Exact copies of the records below are required.

[Data excerpts]

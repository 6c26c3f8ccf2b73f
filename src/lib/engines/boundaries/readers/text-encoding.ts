import type { Finding } from '../finding.ts';

/** Language driver bytes of dBASE whose code page the platform can decode. */
const byLanguageByte: Record<number, string> = {
	0x03: 'windows-1252',
	0x13: 'shift_jis',
	0x26: 'ibm866',
	0x4d: 'gbk',
	0x4e: 'euc-kr',
	0x4f: 'big5',
	0x57: 'windows-1252',
	0x58: 'windows-1252',
	0x59: 'windows-1252',
	0x65: 'ibm866',
	0x7b: 'shift_jis',
	0x7c: 'windows-874',
	0xc8: 'windows-1250',
	0xc9: 'windows-1251',
	0xca: 'windows-1254',
	0xcb: 'windows-1253',
	0xcc: 'windows-1257',
};

/**
 * The encoding of a table's texts: what the .cpg file says, else the language byte, else UTF-8 where
 * all texts are valid UTF-8, else windows-1252 with a finding. A claim of UTF-8 that does not hold is
 * not believed.
 */
export function textEncoding(
	cpg: string | null,
	languageByte: number,
	texts: () => Iterable<Uint8Array>,
): { encoding: string; findings: Finding[] } {
	const claimed = (cpg && decoderName(cpg)) ?? byLanguageByte[languageByte] ?? null;
	if (claimed && claimed !== 'utf-8') return { encoding: claimed, findings: [] };
	if (isUtf8(texts())) return { encoding: 'utf-8', findings: [] };
	const message = claimed
		? 'The names are said to be in UTF-8 but are not; they were read as windows-1252. Check letters with accents.'
		: 'The file does not say how its names are written; they were read as windows-1252. Check letters with accents.';
	return {
		encoding: 'windows-1252',
		findings: [{ code: 'encoding-guessed', severity: 'warning', message, regions: [], at: null }],
	};
}

/** The platform's name for what a .cpg file says: "1252", "ANSI 1252", "ISO 88591", "UTF-8", "65001". */
function decoderName(cpg: string): string | null {
	const label = cpg.trim().toLowerCase();
	const iso = /^(?:iso[\s_-]*)?8859[\s_-]*(\d{1,2})$/.exec(label);
	const number = /^(?:cp|ansi|oem|windows|ms)?[\s_-]*(\d{3,5})$/.exec(label);
	const named: Record<string, string> = {
		'65001': 'utf-8',
		'932': 'shift_jis',
		'936': 'gbk',
		'949': 'euc-kr',
		'950': 'big5',
		'866': 'ibm866',
		'874': 'windows-874',
	};
	const wanted = iso
		? `iso-8859-${iso[1]}`
		: number
			? (named[number[1]] ?? `windows-${number[1]}`)
			: label;
	try {
		return new TextDecoder(wanted).encoding;
	} catch {
		return null;
	}
}

function isUtf8(texts: Iterable<Uint8Array>): boolean {
	const strict = new TextDecoder('utf-8', { fatal: true });
	for (const text of texts) {
		try {
			strict.decode(text);
		} catch {
			return false;
		}
	}
	return true;
}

[/Data excerpts]

Expected answer >>
repository 6c26c3f8ccf2b73f
filename src/lib/engines/boundaries/readers/text-encoding.ts
import type { Finding } from '../finding.ts';

/** Language driver bytes of dBASE whose code page the platform can decode. */
const byLanguageByte: Record<number, string> = {
	0x03: 'windows-1252',
	0x13: 'shift_jis',
	0x26: 'ibm866',
	0x4d: 'gbk',
	0x4e: 'euc-kr',
	0x4f: 'big5',
	0x57: 'windows-1252',
	0x58: 'windows-1252',
	0x59: 'windows-1252',
	0x65: 'ibm866',
	0x7b: 'shift_jis',
	0x7c: 'windows-874',
	0xc8: 'windows-1250',
	0xc9: 'windows-1251',
	0xca: 'windows-1254',
	0xcb: 'windows-1253',
	0xcc: 'windows-1257',
};

/**
 * The encoding of a table's texts: what the .cpg file says, else the language byte, else UTF-8 where
 * all texts are valid UTF-8, else windows-1252 with a finding. A claim of UTF-8 that does not hold is
 * not believed.
 */
export function textEncoding(
	cpg: string | null,
	languageByte: number,
	texts: () => Iterable<Uint8Array>,
): { encoding: string; findings: Finding[] } {
	const claimed = (cpg && decoderName(cpg)) ?? byLanguageByte[languageByte] ?? null;
	if (claimed && claimed !== 'utf-8') return { encoding: claimed, findings: [] };
	if (isUtf8(texts())) return { encoding: 'utf-8', findings: [] };
	const message = claimed
		? 'The names are said to be in UTF-8 but are not; they were read as windows-1252. Check letters with accents.'
		: 'The file does not say how its names are written; they were read as windows-1252. Check letters with accents.';
	return {
		encoding: 'windows-1252',
		findings: [{ code: 'encoding-guessed', severity: 'warning', message, regions: [], at: null }],
	};
}

/** The platform's name for what a .cpg file says: "1252", "ANSI 1252", "ISO 88591", "UTF-8", "65001". */
function decoderName(cpg: string): string | null {
	const label = cpg.trim().toLowerCase();
	const iso = /^(?:iso[\s_-]*)?8859[\s_-]*(\d{1,2})$/.exec(label);
	const number = /^(?:cp|ansi|oem|windows|ms)?[\s_-]*(\d{3,5})$/.exec(label);
	const named: Record<string, string> = {
		'65001': 'utf-8',
		'932': 'shift_jis',
		'936': 'gbk',
		'949': 'euc-kr',
		'950': 'big5',
		'866': 'ibm866',
		'874': 'windows-874',
	};
	const wanted = iso
		? `iso-8859-${iso[1]}`
		: number
			? (named[number[1]] ?? `windows-${number[1]}`)
			: label;
	try {
		return new TextDecoder(wanted).encoding;
	} catch {
		return null;
	}
}

function isUtf8(texts: Iterable<Uint8Array>): boolean {
	const strict = new TextDecoder('utf-8', { fatal: true });
	for (const text of texts) {
		try {
			strict.decode(text);
		} catch {
			return false;
		}
	}
	return true;
}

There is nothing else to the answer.